Exercise: Please repeat the lines below exactly. Begin with the line containing "use crate::rank::Order;" and go on through the line containing "if before.0 +".

Listed records section start

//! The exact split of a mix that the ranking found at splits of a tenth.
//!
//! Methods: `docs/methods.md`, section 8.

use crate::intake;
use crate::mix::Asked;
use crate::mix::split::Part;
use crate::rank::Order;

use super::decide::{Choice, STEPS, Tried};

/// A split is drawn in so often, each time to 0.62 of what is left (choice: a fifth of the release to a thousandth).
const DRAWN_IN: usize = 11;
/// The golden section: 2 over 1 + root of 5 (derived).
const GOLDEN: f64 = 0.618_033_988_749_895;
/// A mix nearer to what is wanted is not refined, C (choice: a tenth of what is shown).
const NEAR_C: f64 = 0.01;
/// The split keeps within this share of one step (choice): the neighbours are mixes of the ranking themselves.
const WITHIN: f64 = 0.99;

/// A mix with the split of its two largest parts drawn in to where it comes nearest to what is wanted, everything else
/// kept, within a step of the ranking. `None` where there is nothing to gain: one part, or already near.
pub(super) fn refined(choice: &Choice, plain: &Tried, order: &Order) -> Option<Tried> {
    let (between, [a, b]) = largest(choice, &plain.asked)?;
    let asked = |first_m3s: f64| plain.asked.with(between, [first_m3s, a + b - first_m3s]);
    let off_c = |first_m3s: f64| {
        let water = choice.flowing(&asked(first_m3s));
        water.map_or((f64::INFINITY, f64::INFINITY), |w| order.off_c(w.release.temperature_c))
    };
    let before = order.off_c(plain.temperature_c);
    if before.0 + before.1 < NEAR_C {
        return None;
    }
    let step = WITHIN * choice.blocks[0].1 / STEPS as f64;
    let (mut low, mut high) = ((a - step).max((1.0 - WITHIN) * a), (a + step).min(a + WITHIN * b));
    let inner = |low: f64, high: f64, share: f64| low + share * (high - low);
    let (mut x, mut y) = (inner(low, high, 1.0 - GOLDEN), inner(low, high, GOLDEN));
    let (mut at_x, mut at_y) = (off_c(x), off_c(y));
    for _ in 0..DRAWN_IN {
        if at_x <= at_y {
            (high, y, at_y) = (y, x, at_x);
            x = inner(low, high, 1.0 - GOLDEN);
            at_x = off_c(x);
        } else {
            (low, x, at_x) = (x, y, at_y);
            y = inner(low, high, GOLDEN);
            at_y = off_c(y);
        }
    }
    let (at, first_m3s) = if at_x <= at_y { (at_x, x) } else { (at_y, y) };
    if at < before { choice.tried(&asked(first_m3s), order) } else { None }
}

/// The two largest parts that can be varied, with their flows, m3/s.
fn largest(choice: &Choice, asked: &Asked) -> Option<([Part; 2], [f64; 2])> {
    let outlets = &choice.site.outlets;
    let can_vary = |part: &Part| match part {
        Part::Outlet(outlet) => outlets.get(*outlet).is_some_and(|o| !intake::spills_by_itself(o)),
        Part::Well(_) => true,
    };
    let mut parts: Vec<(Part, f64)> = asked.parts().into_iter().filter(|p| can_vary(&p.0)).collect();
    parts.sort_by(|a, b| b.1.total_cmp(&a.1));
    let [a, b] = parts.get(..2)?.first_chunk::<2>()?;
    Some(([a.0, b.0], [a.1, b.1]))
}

Listed records section end

Answer below:
use crate::rank::Order;

use super::decide::{Choice, STEPS, Tried};

/// A split is drawn in so often, each time to 0.62 of what is left (choice: a fifth of the release to a thousandth).
const DRAWN_IN: usize = 11;
/// The golden section: 2 over 1 + root of 5 (derived).
const GOLDEN: f64 = 0.618_033_988_749_895;
/// A mix nearer to what is wanted is not refined, C (choice: a tenth of what is shown).
const NEAR_C: f64 = 0.01;
/// The split keeps within this share of one step (choice): the neighbours are mixes of the ranking themselves.
const WITHIN: f64 = 0.99;

/// A mix with the split of its two largest parts drawn in to where it comes nearest to what is wanted, everything else
/// kept, within a step of the ranking. `None` where there is nothing to gain: one part, or already near.
pub(super) fn refined(choice: &Choice, plain: &Tried, order: &Order) -> Option<Tried> {
    let (between, [a, b]) = largest(choice, &plain.asked)?;
    let asked = |first_m3s: f64| plain.asked.with(between, [first_m3s, a + b - first_m3s]);
    let off_c = |first_m3s: f64| {
        let water = choice.flowing(&asked(first_m3s));
        water.map_or((f64::INFINITY, f64::INFINITY), |w| order.off_c(w.release.temperature_c))
    };
    let before = order.off_c(plain.temperature_c);
    if before.0 + before.1 < NEAR_C {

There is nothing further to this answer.